# New article about Roger Ebert



## dpeters11 (May 30, 2007)

http://www.esquire.com/features/roger-ebert-0310

Very good article I think, including some of his thoughts. Some very poignant parts, including when he found that a video he'd posted from his first show after Siskel died that was his tribute had been deleted.


----------



## Sharkie_Fan (Sep 26, 2006)

I am terribly embarrassed to admit that much of the information in that article was new to me. I'm not sure what rock I've been hiding under the last 4 years... or maybe I'd just forgotten. Which is better - forgetfulness or ignorance?
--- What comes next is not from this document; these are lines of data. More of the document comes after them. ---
"""Backends: any backend that hands members back in member order gives the same run, bit for bit.

The fold is exact however members are grown (DESIGN.md "Tallies add"): a backend that grows chunks
out of order, late and twice must end identical to local threads.
"""
import random

import numpy as np

from baggr.backends.base import Backend
from baggr.config import Config
from baggr.engine import Training
from generators import twonorm


class Shuffled(Backend):
    """Grows chunks of 3 members in a random order, each twice, and yields them in member order."""

    def members(self, grower, start, stop):
        chunks = [range(a, min(a + 3, stop)) for a in range(start, stop, 3)]
        order = chunks * 2
        random.Random(5).shuffle(order)
        done = {}
        for ch in order:
            for r in grower.grow_chunk(ch):
                done.setdefault(r.member, r)
        for m in range(start, stop):
            yield done.pop(m)


def _run(backend, keep=True):
    X, y = twonorm(300, seed=3)
    cfg = Config(members=11, seed=7, threads=2, keep_members=keep)
    tr = Training(X, y, cfg)
    return tr.run(backend=backend)


def test_out_of_order_chunks_equal_threads():
    a, b = _run(None), _run(Shuffled())
    for k, v in a.oob.arrays().items():
        np.testing.assert_array_equal(v, b.oob.arrays()[k], err_msg=k)
    for k, v in a.forest.arrays.items():
        np.testing.assert_array_equal(v, b.forest.arrays[k], err_msg=k)


def test_stopping_early_closes_the_backend():
    closed = []

    class Counting(Shuffled):
        def close(self):
            closed.append(True)

    X, y = twonorm(200, seed=1)
    tr = Training(X, y, Config(members=9, seed=1, threads=1))
    ens = tr.run(backend=Counting(), should_stop=lambda: tr.next_member >= 4)
    assert ens.members == 4 and closed == [True]


def _same_result(a, b):
    """Every field of two MemberResults, arrays bit for bit with their dtypes and shapes."""
    assert (a.member, a.visits, a.nodes, a.seconds) == (b.member, b.visits, b.nodes, b.seconds)
    assert (a.tree is None) == (b.tree is None)
    pairs = [(a.delta.rows, b.delta.rows), (a.delta.votes, b.delta.votes)]
    if a.tree is not None:
        assert a.tree.visits == b.tree.visits
        pairs += [(v, getattr(b.tree, k)) for k, v in vars(a.tree).items() if isinstance(v, np.ndarray)]
    for x, y in pairs:
        assert x.dtype == y.dtype and x.shape == y.shape
        assert x.tobytes() == y.tobytes()        # the bits, not only equal values (-0.0, NaN)


def _grown(X, y, cfg, members):
    tr = Training(X, y, cfg)
    out = tr.grower.grow_chunk(members)
    return out, tr.prep.n_rows


def test_chunks_travel_exactly():
    """A cluster worker packs a chunk's trees and OOB deltas into one buffer (narrow whole numbers, bits,
    class shares as draw counts): unpacked, the same bits. numpy's packbits/unpackbits and integer
    casts within range are exact, and IEEE division of the same two numbers gives the same double
    (common practice, no source)."""
    import pickle

    from baggr.backends.dask_wire import WireChunk
    from generators import friedman1
    X, y = twonorm(1003, seed=3)       # 1003 rows: the last byte of a row mask is partly used
    import pyarrow as pa
    cols = {f"x{j}": X[:, j] for j in range(1, 6)}
    cols["kind"] = np.array(["abcdefg"[int(v)] for v in np.clip(np.abs(X[:, 0]) * 3, 0, 6)])   # categories
    Xc = pa.table(cols)
    cases = [(X, y, Config(members=4, seed=2)),
             (X, y, Config(members=4, seed=2, vote="shares", keep_members=False)),
             (X, y, Config(members=4, seed=2, importance=True, min_leaf=5)),
             (Xc, y, Config(members=4, seed=2)),
             (X, y, Config(members=3, seed=2, criterion="entropy")),
             (*friedman1(700, seed=1), Config(members=3, seed=1, min_leaf=2))]
    for X_, y_, cfg in cases:
        results, n = _grown(X_, y_, cfg, range(5, 5 + cfg.members))
        if X_ is Xc:
            assert any(r.tree.is_cat.any() and r.tree.cat_masks.size for r in results)
        chunk = pickle.loads(pickle.dumps(WireChunk.pack(results, n), protocol=5))
        assert len(chunk) == len(results)
        for i, r in enumerate(results):
            _same_result(r, chunk.unpack(i))
        if y_ is y and cfg.keep_members:
            # class trees (Gini or entropy): shares and impurity went as counts and a function of them
            specs = [m["tree"][0] for m in chunk.members]
            assert all(t["value"][0] == "counts" and t["impurity"][0] == "impurity" for t in specs)
    # where the packing's assumptions fail, arrays travel as they are
    results, n = _grown(X, y, Config(members=1, seed=2), range(1))
    t = results[0].tree
    t.right = t.right.copy()
    t.right[0] += 7                             # not its left sibling's index + 1
    t.value = t.value + 1e-9                    # shares that are not whole counts over the weight
    t.n_rows = t.n_rows.astype(np.int32) + (1 << 20)   # numbers too large for 16 bits
    chunk = WireChunk.pack(results, n)
    _same_result(results[0], chunk.unpack(0))
    specs = chunk.members[0]["tree"][0]
    assert specs["right"][0] != "next" and specs["value"][0] == "raw" and specs["n_rows"][0] == "raw"


def test_packed_chunks_are_smaller():
    """On twonorm (Breiman 1996) full trees the packed member takes well under the 54 bytes a node
    (and 8 bytes an OOB row) its arrays take as they are: the point of packing."""
    from baggr.backends.dask_wire import WireChunk
    X, y = twonorm(4000, seed=1)
    results, n = _grown(X, y, Config(members=2, seed=1), range(2))
    plain = sum(a.nbytes for r in results for a in [r.delta.rows, r.delta.votes] +
                [v for v in vars(r.tree).values() if isinstance(v, np.ndarray)])
    assert WireChunk.pack(results, n).buf.nbytes < 0.55 * plain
Anyway... you're right, that was a very good article. It's refreshing to see that he can be so happy in spite of all he's been through. How many people - especially ones who'd become (more) famous for *talking* - would have a much different reaction in his circumstances.


----------



## spartanstew (Nov 16, 2005)

Wow. 

Can't remember the last time I read an article that powerful. 

Thank you for posting.


----------



## Dario33 (Dec 15, 2008)

Read this the other day. Tragic story. Glad he makes an effort to live life best he still can.


----------



## Cholly (Mar 22, 2004)

This is an incredible story. I've always admired Ebert for his incisive reviews. Now, I'm going to have to read his journal. I dimly recall his first absence from his TV show, but hadn't realized what had happened in recent years. He is to be admired!


----------



## dpeters11 (May 30, 2007)

He posted a response on his blog.
http://blogs.suntimes.com/ebert/2010/02/roger_eberts_last_words_cont.html


----------



## coldsteel (Mar 29, 2007)

They just announced the cancellation of the show.


----------